_Data listing:_
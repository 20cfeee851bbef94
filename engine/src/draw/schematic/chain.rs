//! Placement by role after the gain stage: the filter sections and the converter drive,
//! recognised from the nodes their parts join (the node names `synth::chain` gives are not
//! relied on, except that the converter pin is the node of the bench's converter load).
//!
//! From the gain stage's output the walk looks for an amplifier whose input network starts
//! there and matches one section shape — first order (R along the line, C to ground,
//! follower), unity-gain Sallen-Key (R1, R2 in series to the + input, C_f from their junction
//! to the output, C_g from + to ground, follower) or unity-gain multiple feedback (R1 into a
//! junction with C_g to ground, R2 back from the output, R3 on to the − input, C_f from the
//! output to the − input, + on a reference) — takes its output as the next start, and
//! repeats. Then the drive: a resistor from the last output to the pin, and the parts from
//! the pin to ground or a rail (charge bucket, clamp diode). Parts that fit no shape stay for
//! the fallback area.

use super::plan::{has, other, plain, Rail, Step};
use crate::circuit::{Circuit, PartKind, StageRole, GND};

/// The shape of a section and its parts (indices into the circuit's parts).
#[derive(Debug, Clone, PartialEq)]
pub(super) enum Shape {
    FirstOrder { r: usize, cg: usize },
    SallenKey { r1: usize, r2: usize, cf: usize, cg: usize },
    MultipleFeedback { r1: usize, r2: usize, r3: usize, cg: usize, cf: usize },
}

/// One filter section: its amplifier, shape and nodes.
#[derive(Debug, Clone)]
pub(super) struct Section {
    pub(super) shape: Shape,
    pub(super) amp: usize,
    pub(super) input: String,
    /// Junction after R1 (Sallen-Key, multiple feedback), the amplifier's inputs, its output.
    pub(super) a: String,
    pub(super) plus: String,
    pub(super) minus: String,
    pub(super) out: String,
    /// For an inverting section whose reference is neither ground nor a rail: the parts from
    /// the reference node to rails and ground, drawn at the first section that uses it
    /// (later ones show the node's name).
    pub(super) reference: Option<Vec<Step>>,
    /// Caption from the amplifier's description in the circuit model (one or two lines).
    pub(super) caption: Vec<String>,
}

/// The converter drive: the series resistor (if any) and what sits at the pin.
#[derive(Debug, Clone, Default)]
pub(super) struct Drive {
    pub(super) resistor: Option<usize>,
    /// Parts from the pin to ground or a rail: charge bucket, clamp diode.
    pub(super) at_pin: Vec<Step>,
}

/// What follows the gain stage, in signal order, and the pin it ends at.
#[derive(Debug, Clone, Default)]
pub(super) struct Chain {
    pub(super) sections: Vec<Section>,
    pub(super) drive: Drive,
    /// Where the walk ended: the pin, unless it stopped short.
    pub(super) end: String,
    /// The converter pin: the node of the bench's converter load, if there is one.
    pub(super) pin: Option<String>,
}

impl Chain {
    /// Nothing of the filter or the drive was found.
    pub(super) fn is_empty(&self) -> bool {
        self.sections.is_empty() && self.drive.resistor.is_none() && self.drive.at_pin.is_empty()
    }

    /// The walk ended on a node other than the converter pin (a chain it could not follow).
    pub(super) fn short(&self) -> bool {
        self.pin.as_ref().is_some_and(|p| *p != self.end)
    }

    /// Walks from `from` (the gain stage's output); parts it takes are marked in `used`.
    pub(super) fn of(c: &Circuit, from: &str, rails: &[Rail], used: &mut [bool]) -> Chain {
        let terminal = |n: &str| n == GND || rails.iter().any(|r| r.node == n);
        let load = c
            .parts
            .iter()
            .find(|p| p.bench && p.stage == StageRole::Converter && p.nodes.len() == 2 && has(p, GND))
            .map(|p| other(p, GND));
        let pin = load.clone().unwrap_or_else(|| "adc".to_string());
        let mut chain = Chain { end: from.to_string(), pin: load, ..Chain::default() };
        let mut drawn_refs: Vec<String> = Vec::new();
        for _ in 0..c.parts.len() {
            if chain.end == pin || terminal(&chain.end) {
                break;
            }
            let found = (0..c.parts.len()).find_map(|u| section(c, u, &chain.end, used));
            let Some(mut s) = found else { break };
            used[s.amp] = true;
            for i in s.shape.parts() {
                used[i] = true;
            }
            let inverting = matches!(s.shape, Shape::MultipleFeedback { .. });
            if inverting && !terminal(&s.plus) && !drawn_refs.contains(&s.plus) {
                drawn_refs.push(s.plus.clone());
                let steps: Vec<Step> = (0..c.parts.len())
                    .filter(|&j| {
                        !used[j]
                            && plain(&c.parts[j])
                            && has(&c.parts[j], &s.plus)
                            && terminal(&other(&c.parts[j], &s.plus))
                    })
                    .map(|j| Step { part: j, from: s.plus.clone(), to: other(&c.parts[j], &s.plus) })
                    .collect();
                for st in &steps {
                    used[st.part] = true;
                }
                s.reference = Some(steps).filter(|v| !v.is_empty());
            }
            chain.end = s.out.clone();
            chain.sections.push(s);
        }
        if chain.end != pin && !terminal(&chain.end) {
            if let Some(r) = find(c, used, PartKind::Resistor, &chain.end, &pin) {
                used[r] = true;
                chain.drive.resistor = Some(r);
                chain.end = pin.clone();
            }
        }
        if chain.end == pin {
            for (j, p) in c.parts.iter().enumerate() {
                let kind = matches!(p.kind, PartKind::Capacitor | PartKind::Diode);
                if !used[j] && !p.bench && kind && p.nodes.len() == 2 && has(p, &pin) && terminal(&other(p, &pin)) {
                    used[j] = true;
                    chain.drive.at_pin.push(Step { part: j, from: pin.clone(), to: other(p, &pin) });
                }
            }
        }
        chain
    }
}

impl Shape {
    /// The passive parts of the section.
    pub(super) fn parts(&self) -> Vec<usize> {
        match *self {
            Shape::FirstOrder { r, cg } => vec![r, cg],
            Shape::SallenKey { r1, r2, cf, cg } => vec![r1, r2, cf, cg],
            Shape::MultipleFeedback { r1, r2, r3, cg, cf } => vec![r1, r2, r3, cg, cf],
        }
    }
}

/// The first unused resistor or capacitor of `kind` joining `x` and `y`.
fn find(c: &Circuit, used: &[bool], kind: PartKind, x: &str, y: &str) -> Option<usize> {
    if x == y {
        return None;
    }
    (0..c.parts.len()).find(|&i| {
        !used[i] && c.parts[i].kind == kind && plain(&c.parts[i]) && has(&c.parts[i], x) && has(&c.parts[i], y)
    })
}

/// Amplifier `u` as a section fed from `input`, if its parts match one shape.
fn section(c: &Circuit, u: usize, input: &str, used: &[bool]) -> Option<Section> {
    let amp = c.parts.get(u)?;
    if used[u] || amp.bench || amp.kind != PartKind::OpAmp || amp.nodes.len() < 5 {
        return None;
    }
    let (plus, minus, out) = (amp.nodes[0].clone(), amp.nodes[1].clone(), amp.nodes[4].clone());
    let distinct = |n: &str| n != GND && n != input && n != out;
    if out == GND || out == input || !distinct(&plus) && minus == out {
        return None;
    }
    let make = |shape: Shape, a: &str| Section {
        shape,
        amp: u,
        input: input.to_string(),
        a: a.to_string(),
        plus: plus.clone(),
        minus: minus.clone(),
        out: out.clone(),
        reference: None,
        caption: caption(&amp.purpose),
    };
    // Candidate junctions after R1: the far ends of unused resistors from the input.
    let r1s: Vec<(usize, String)> = (0..c.parts.len())
        .filter(|&i| !used[i] && c.parts[i].kind == PartKind::Resistor && plain(&c.parts[i]) && has(&c.parts[i], input))
        .map(|i| (i, other(&c.parts[i], input)))
        .filter(|(_, a)| a != input)
        .collect();
    if minus == out {
        for (r1, a) in &r1s {
            if !distinct(a) || *a == plus {
                continue;
            }
            let mut u2 = used.to_vec();
            u2[*r1] = true;
            let Some(r2) = find(c, &u2, PartKind::Resistor, a, &plus) else { continue };
            let Some(cf) = find(c, &u2, PartKind::Capacitor, a, &out) else { continue };
            let Some(cg) = find(c, &u2, PartKind::Capacitor, &plus, GND) else { continue };
            return Some(make(Shape::SallenKey { r1: *r1, r2, cf, cg }, a));
        }
        let r = find(c, used, PartKind::Resistor, input, &plus)?;
        let cg = find(c, used, PartKind::Capacitor, &plus, GND)?;
        return Some(make(Shape::FirstOrder { r, cg }, &plus));
    }
    if !distinct(&minus) || minus == plus {
        return None;
    }
    for (r1, a) in &r1s {
        if !distinct(a) || *a == minus || *a == plus {
            continue;
        }
        let mut u2 = used.to_vec();
        u2[*r1] = true;
        let Some(r2) = find(c, &u2, PartKind::Resistor, a, &out) else { continue };
        u2[r2] = true;
        let Some(r3) = find(c, &u2, PartKind::Resistor, a, &minus) else { continue };
        let Some(cg) = find(c, &u2, PartKind::Capacitor, a, GND) else { continue };
        let Some(cf) = find(c, &u2, PartKind::Capacitor, &out, &minus) else { continue };
        return Some(make(Shape::MultipleFeedback { r1: *r1, r2, r3, cg, cf }, a));
    }
    None
}

/// "section 2 (Sallen-Key, f_n 33.7 kHz, Q 0.710): unity-gain amplifier" →
/// ["section 2 · Sallen-Key", "f_n 33.7 kHz, Q 0.710"]: the model's own words, split in two
/// lines; nothing without the "name (details): role" form.
fn caption(purpose: &str) -> Vec<String> {
    let Some((head, _)) = purpose.split_once(": ") else { return Vec::new() };
    let Some((name, inner)) = head.split_once(" (") else { return vec![head.to_string()] };
    let inner = inner.strip_suffix(')').unwrap_or(inner);
    match inner.split_once(", ") {
        Some((kind, rest)) => vec![format!("{name} · {kind}"), rest.to_string()],
        None => vec![format!("{name} · {inner}")],
    }
}

#[cfg(test)]
mod tests {
    use super::caption;

    #[test]
    fn caption_splits_the_model_text() {
        assert_eq!(
            caption("section 2 (Sallen-Key, f_n 33.7 kHz, Q 0.710): unity-gain amplifier"),
            ["section 2 · Sallen-Key", "f_n 33.7 kHz, Q 0.710"]
        );
        assert_eq!(caption("section 1 (first order, f_c 5 kHz): follower"), ["section 1 · first order", "f_c 5 kHz"]);
        assert!(caption("amplifier").is_empty());
    }
}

_To do:_ What lines in the entries above include the string "plain"? Return each one.

_Answer box:_
use super::plan::{has, other, plain, Rail, Step};
                            && plain(&c.parts[j])
        !used[i] && c.parts[i].kind == kind && plain(&c.parts[i]) && has(&c.parts[i], x) && has(&c.parts[i], y)
        .filter(|&i| !used[i] && c.parts[i].kind == PartKind::Resistor && plain(&c.parts[i]) && has(&c.parts[i], input))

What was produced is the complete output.